2025, Oct 21 08:00
Python testing without surprises: avoid monkeypatching builtins.open, use pytest tmp_path or inject an opener
Learn why monkeypatching builtins.open triggers pdb TypeError on encoding, and how to test file I/O using pytest tmp_path or by injecting an open function.
Monkeypatching builtins like open looks tempting when a function reads a file, but it often backfires during debugging. A common symptom is a TypeError about an unexpected keyword argument encoding when pdb kicks in. Here’s what’s going on, and how to test file I/O without tripping over the debugger.
The minimal repro
The function reads a file and counts unique alphabetic characters. The test replaces builtins.open with a lambda returning an in-memory stream. As soon as pdb is involved, the test explodes with a TypeError.
import builtins
import io
import pytest
def tally_unique_alpha_from_file(p: str) -> int:
    with open(p) as fh:
        return len(set(ch.lower() for ch in fh.read() if ch.isalpha()))
def test_counts(monkeypatch: pytest.MonkeyPatch):
    src = "Quick frog or something"
    monkeypatch.setattr(builtins, "open", lambda _p: io.StringIO(src))
    assert tally_unique_alpha_from_file("blah.txt") == 15
Why this breaks
The lambda replacement only accepts a single positional argument. The real open supports more parameters, including encoding. When you step into pdb (for example via pytest --pdb or pdb.set_trace()), pdb itself calls open to read its rc file as in ~/.pdbrc with an explicit encoding. That call lands in the lambda, which doesn’t accept encoding, and Python raises TypeError. In short, the test replaced a global primitive used by the debugger, so unrelated tooling started failing.
A safer approach: use a real temporary file
You don’t need to mock or monkeypatch anything to test code that reads a file. Pytest provides tmp_path for working with temporary directories. Create a real file, write the content you need, and pass its path to the function. This keeps the debugger and the rest of the runtime intact.
import pathlib
def tally_unique_alpha_from_file(p: str) -> int:
    with open(p) as fh:
        return len(set(ch.lower() for ch in fh.read() if ch.isalpha()))
def test_counts(tmp_path: pathlib.Path):
    fpath = tmp_path / "blah.txt"
    fpath.write_text("Quick frog or something")
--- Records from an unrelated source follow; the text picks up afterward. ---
/**
 * The landscape workbench's numerics: the (T, h) phase diagram of the 2-4-6
 * free energy, the two-order-parameter landscape on a grid, and free
 * energies typed by the user.
 */
import { describe, expect, it } from 'vitest';
import { ExpressionError, compileFreeEnergy, typedErrorText } from '../../../src/core/expr/index';
import {
  coupledLandscape,
  landauF,
  landauPhaseDiagram,
  phaseDiagramClosedForms,
  stationaryPoints,
  typedStationary,
  wingAt
} from '../../../src/core/physics/landau/index';

/** First-order example of [C5 in REFERENCES.md]: a = 0.5, b = −2, c = 4, T0 = 100. */
const K = { a: 0.5, b: -2, c: 4, T0: 100, d: 0 };

describe('phase diagram in (T, h)', () => {
  it('should start the first-order wings at T1 and the spinodals at T0 and T** on h = 0 (closed forms of [B3], values of [C5])', () => {
    const pd = landauPhaseDiagram(K, { Tmin: 98, Tmax: 102 });
    const cf = phaseDiagramClosedForms(K);
    // [C5]: T1 = 100.375, T** = 100.5, critical end point (100.9, 0.387298334620742, 0.092951600308978)
    expect(cf.T1).toBeCloseTo(100.375, 12);
    expect(cf.Tsuperheat).toBeCloseTo(100.5, 12);
    expect(cf.Tcp).toBeCloseTo(100.9, 12);
    expect(cf.psiCp).toBeCloseTo(0.387298334620742, 12);
    expect(cf.hCp).toBeCloseTo(0.092951600308978, 12);
    const wing = pd.lines.find(l => l.id === 'wing-up')!;
    expect(wing.T[0]).toBeCloseTo(100.375, 12);
    expect(wing.h[0]).toBe(0);
    expect(wing.T[wing.T.length - 1]).toBeCloseTo(100.9, 12);
    expect(wing.h[wing.h.length - 1]).toBeCloseTo(0.092951600308978, 12);
    // spinodals cross h = 0 at T0 (ψ = 0) and at T** (ψ² = |b|/(2c))
    const small = pd.lines.find(l => l.id === 'spinodal-small-up')!;
    expect(small.T[0]).toBeCloseTo(100, 12);
    expect(small.h[0]).toBe(0);
    const large = pd.lines.find(l => l.id === 'spinodal-large-up')!;
    let crossing = Number.NaN;
    for (let i = 1; i < large.h.length; i++) {
      if (large.h[i - 1] > 0 && large.h[i] <= 0) {
        const t = large.h[i - 1] / (large.h[i - 1] - large.h[i]);
        crossing = large.T[i - 1] + t * (large.T[i] - large.T[i - 1]);
      }
    }
    expect(crossing).toBeCloseTo(100.5, 3);
    expect(pd.points.filter(p => p.kind === 'critical-end')).toHaveLength(2);
    expect(pd.points.find(p => p.kind === 'triple')!.T).toBeCloseTo(100.375, 12);
  });

  it('should put two minima of equal F on both sides of every point of a wing (invariant)', () => {
    for (const T of [100.4, 100.6, 100.8, 100.89]) {
      const w = wingAt(K, T)!;
      expect(w).not.toBeNull();
      const Flow = landauF(K, T, w.h, w.psiLow);
      const Fhigh = landauF(K, T, w.h, w.psiHigh);
      expect(Math.abs(Fhigh - Flow)).toBeLessThan(1e-12);
      expect(w.psiHigh - w.psiLow).toBeGreaterThan(1e-3);
      // both are minima of the full landscape there, and the global ones just below / above the line
      const below = stationaryPoints(K, T, w.h * (1 - 1e-6));
      const above = stationaryPoints(K, T, w.h * (1 + 1e-6));
      expect(below.points[below.global].psi).toBeCloseTo(w.psiLow, 3);
      expect(above.points[above.global].psi).toBeCloseTo(w.psiHigh, 3);
    }
    // the wing leaves (T1, 0) and the jump vanishes at the critical end point
    expect(wingAt(K, 100.376)!.h).toBeLessThan(1e-3);
    expect(wingAt(K, 101)).toBeNull();
  });

  it('should lose or gain a minimum across every spinodal point (F′ = F″ = 0: a saddle-node, invariant)', () => {
    const pd = landauPhaseDiagram(K, { Tmin: 98, Tmax: 102, n: 40 });
    const minima = (T: number, h: number): number => stationaryPoints(K, T, h).points.filter(p => p.kind === 'stable' || p.kind === 'metastable').length;
    let checked = 0;
    for (const line of pd.lines.filter(l => l.kind === 'spinodal')) {
      for (let i = 0; i < line.T.length; i++) {
        const T = line.T[i];
        const h = line.h[i];
        // skip h = 0 (the pitchfork at T0) and the cusp, where two saddle-nodes meet
        if (Math.abs(h) < 1e-6 || Math.abs(T - 100.9) < 0.02) {
          continue;
        }
        const dh = 1e-7 * Math.max(1, Math.abs(h));
        expect(Math.abs(minima(T, h + dh) - minima(T, h - dh))).toBe(1);
        checked++;
      }
    }
    expect(checked).toBeGreaterThan(50);
  });

  it('should end the h = 0 line at Tc = T0 for b ≥ 0 (second order, [B3 i])', () => {
    const pd = landauPhaseDiagram({ a: 0.5, b: 2, c: 0, T0: 100 }, { Tmin: 95, Tmax: 105 });
    expect(pd.regime).toBe('second-order');
    const zero = pd.lines.find(l => l.kind === 'second-order')!;
    expect(zero.T).toEqual([95, 100]);
    expect(pd.points).toEqual([{ kind: 'critical', T: 100, h: 0, psi: 0 }]);
    // the spinodal in h below Tc is the intrinsic coercive field E_c = (2/(3√3)) [a(T0 − T)]^{3/2}/√b [B12]
    const up = pd.lines.find(l => l.id === 'spinodal-up')!;
    const i = up.T.findIndex(t => t < 96.0001);
    expect(i).toBeGreaterThan(0);
    const T = up.T[i];
    const Ec = ((2 / (3 * Math.sqrt(3))) * Math.pow(0.5 * (100 - T), 1.5)) / Math.sqrt(2);
    expect(Math.abs(up.h[i])).toBeCloseTo(Ec, 10);
    expect(landauPhaseDiagram({ a: 0.5, b: 0, c: 4, T0: 100 }, { Tmin: 95, Tmax: 105 }).points[0].kind).toBe('tricritical');
  });

  it('should refuse a cubic term and an empty window', () => {
    expect(() => landauPhaseDiagram({ ...K, d: 0.3 }, { Tmin: 98, Tmax: 102 })).toThrow(/cubic/);
    expect(() => landauPhaseDiagram(K, { Tmin: 102, Tmax: 98 })).toThrow(/Tmax/);
  });

  it('should have no non-finite number anywhere', () => {
    const pd = landauPhaseDiagram(K, { Tmin: 90, Tmax: 110 });
    for (const l of pd.lines) {
      expect([...l.T, ...l.h].every(Number.isFinite)).toBe(true);
    }
  });
});

/** Biquadratic coupling, each order parameter in convention L. */
const C = { a1: 1, T1: 100, b1: 1, a2: 1, T2: 90, b2: 1, lambda: 0.5 };

describe('coupled landscape on a grid', () => {
  it('should match F on the grid and name the phase with its minima', () => {
    const L = coupledLandscape(C, 95);
    expect(L.n).toBe(200);
    expect(L.F.length).toBe(40000);
    // F at an arbitrary grid node, written out
    const i = 37;
    const j = 151;
    const p = L.psi[i];
    const q = L.phi[j];
    const F = 0.5 * (95 - 100) * p * p + 0.25 * p ** 4 + 0.5 * (95 - 90) * q * q + 0.25 * q ** 4 + 0.25 * p * p * q * q;
    expect(L.F[j * 200 + i]).toBeCloseTo(F, 12);
    // ψ only below T1 = 100 and above T2: u = −A1/b1 = 5 [coupled.ts]
    expect(L.phase).toBe('psi');
    expect(L.minima.map(m => [m.psi, m.phi])).toEqual([
      [Math.sqrt(5), 0],
      [-Math.sqrt(5), 0]
    ]);
    expect(L.minima.every(m => m.global)).toBe(true);
    // the grid's lowest value is no lower than the exact minimum
    expect(L.Fmin).toBeGreaterThanOrEqual(L.minima[0].F - 1e-12);
  });

  it('should find both order parameters at low T with weak coupling, and neither above both', () => {
    expect(coupledLandscape(C, 70).phase).toBe('mixed');
    expect(coupledLandscape(C, 70).minima).toHaveLength(4);
    const hot = coupledLandscape(C, 110);
    expect(hot.phase).toBe('disordered');
    expect(hot.minima).toEqual([{ psi: 0, phi: 0, F: 0, phase: 'disordered', global: true }]);
    // strong coupling (λ² > b1 b2): no mixed minimum, φ only when its minimum is lower
    expect(coupledLandscape({ ...C, lambda: 2, T2: 99.5 }, 70).phase).not.toBe('mixed');
  });
});

describe('free energy typed by the user', () => {
  it('should find the stationary points of the 2-4-6 form as the Landau numerics do', () => {
    const f = compileFreeEnergy('a/2*(T - T0)*ψ^2 + b/4*ψ^4 + c/6*ψ^6 - h*ψ');
    expect(f.coefficients).toEqual(['a', 'T0', 'b', 'c']);
    const values = { a: 0.5, T0: 100, b: -2, c: 4 };
    for (const [T, h] of [
      [99, 0],
      [100.375, 0],
      [100.2, 0.01],
      [102, 0.05]
    ]) {
      const typed = typedStationary(f, T, h, values, { psiMax: 3 });
      const exact = stationaryPoints(K, T, h);
      expect(typed.points.map(p => p.kind)).toEqual(exact.points.map(p => p.kind));
      typed.points.forEach((p, i) => expect(p.psi).toBeCloseTo(exact.points[i].psi, 10));
      expect(typed.global >= 0 ? typed.points[typed.global].F : NaN).toBeCloseTo(exact.points[exact.global].F, 12);
    }
  });

  it('should take psi as the order parameter and functions with symbolic derivatives', () => {
    const f = compileFreeEnergy('F = A*(T - Tc)*psi^2 + B*psi^4 + w*cosh(psi) - h*psi');
    expect(f.coefficients).toEqual(['A', 'Tc', 'B', 'w']);
    const r = typedStationary(f, 90, 0, { A: 1, Tc: 100, B: 1, w: 0 }, { psiMax: 5 });
    // A(T − Tc) = −10, B = 1: ψ² = 10/2 = 5
    expect(r.points.filter(p => p.kind === 'stable').map(p => p.psi)).toEqual([expect.closeTo(-Math.sqrt(5), 10), expect.closeTo(Math.sqrt(5), 10)]);
  });

  it('should say in words, with a caret, what is wrong', () => {
    expect(() => compileFreeEnergy('a*T^2')).toThrow(/order parameter/);
    try {
      compileFreeEnergy('a*ψ^2 + (b*ψ^4');
      expect.unreachable();
    } catch (e) {
      expect(e).toBeInstanceOf(ExpressionError);
      const err = e as ExpressionError;
      const text = typedErrorText('a*ψ^2 + (b*ψ^4', err.message, err.position);
      expect(text).toContain('^');
      expect(text.split('\n')[1]).toBe('a*ψ^2 + (b*ψ^4');
    }
  });
});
    assert tally_unique_alpha_from_file(str(fpath)) == 15
Pytest keeps directories from the last three test runs by default before it starts cleaning them up, and if a test fails you’ll see the fixture values in the output, which makes debugging straightforward. If you prefer standard library tools, an integration test with a temporary file is also viable.
Alternative: inject the opener
If you want to control how files are opened without touching builtins, invert the dependency and accept an opener function. The function still uses open by default, but tests can supply a different callable. This makes the contract explicit and avoids global side effects.
from collections.abc import Callable
from io import StringIO
from typing import TextIO
from unittest.mock import Mock
def tally_unique_alpha_from_file(
    p: str, *, open_fn: Callable[[str], TextIO] = open
) -> int:
    with open_fn(p) as fh:
        return len(set(ch.lower() for ch in fh.read() if ch.isalpha()))
def test_counts_with_mock():
    fake_open = Mock(spec=open)
    fake_open.return_value = StringIO("Quick frog or something")
    assert tally_unique_alpha_from_file("blah.txt", open_fn=fake_open) == 15
This model inverts the dependency and also segregates the interface by stating exactly how the function intends to use the opener. No monkeypatching, no surprises for pdb or other tooling.
Why this matters
Mocking what you don’t own, especially builtins, can break unrelated parts of the runtime such as debuggers, test harnesses, or libraries that rely on standard behavior. Tests that use real files via temporary paths are more robust and easier to reason about. One caveat is that temporary files won’t tell you how many times the file was opened, which can be relevant for verifying caching, but they do make most I/O tests simpler and more reliable.
Takeaways
If file content is all you need, prefer real temporary files through pytest’s tmp_path or an actual temporary file. If you need to observe or steer how a file is opened, inject an opener instead of altering builtins. Both approaches let you debug with pdb without colliding with the encoding-aware calls it makes internally.
The article is based on a question from StackOverflow by Dominik Kaszewski and an answer by jonrsharpe.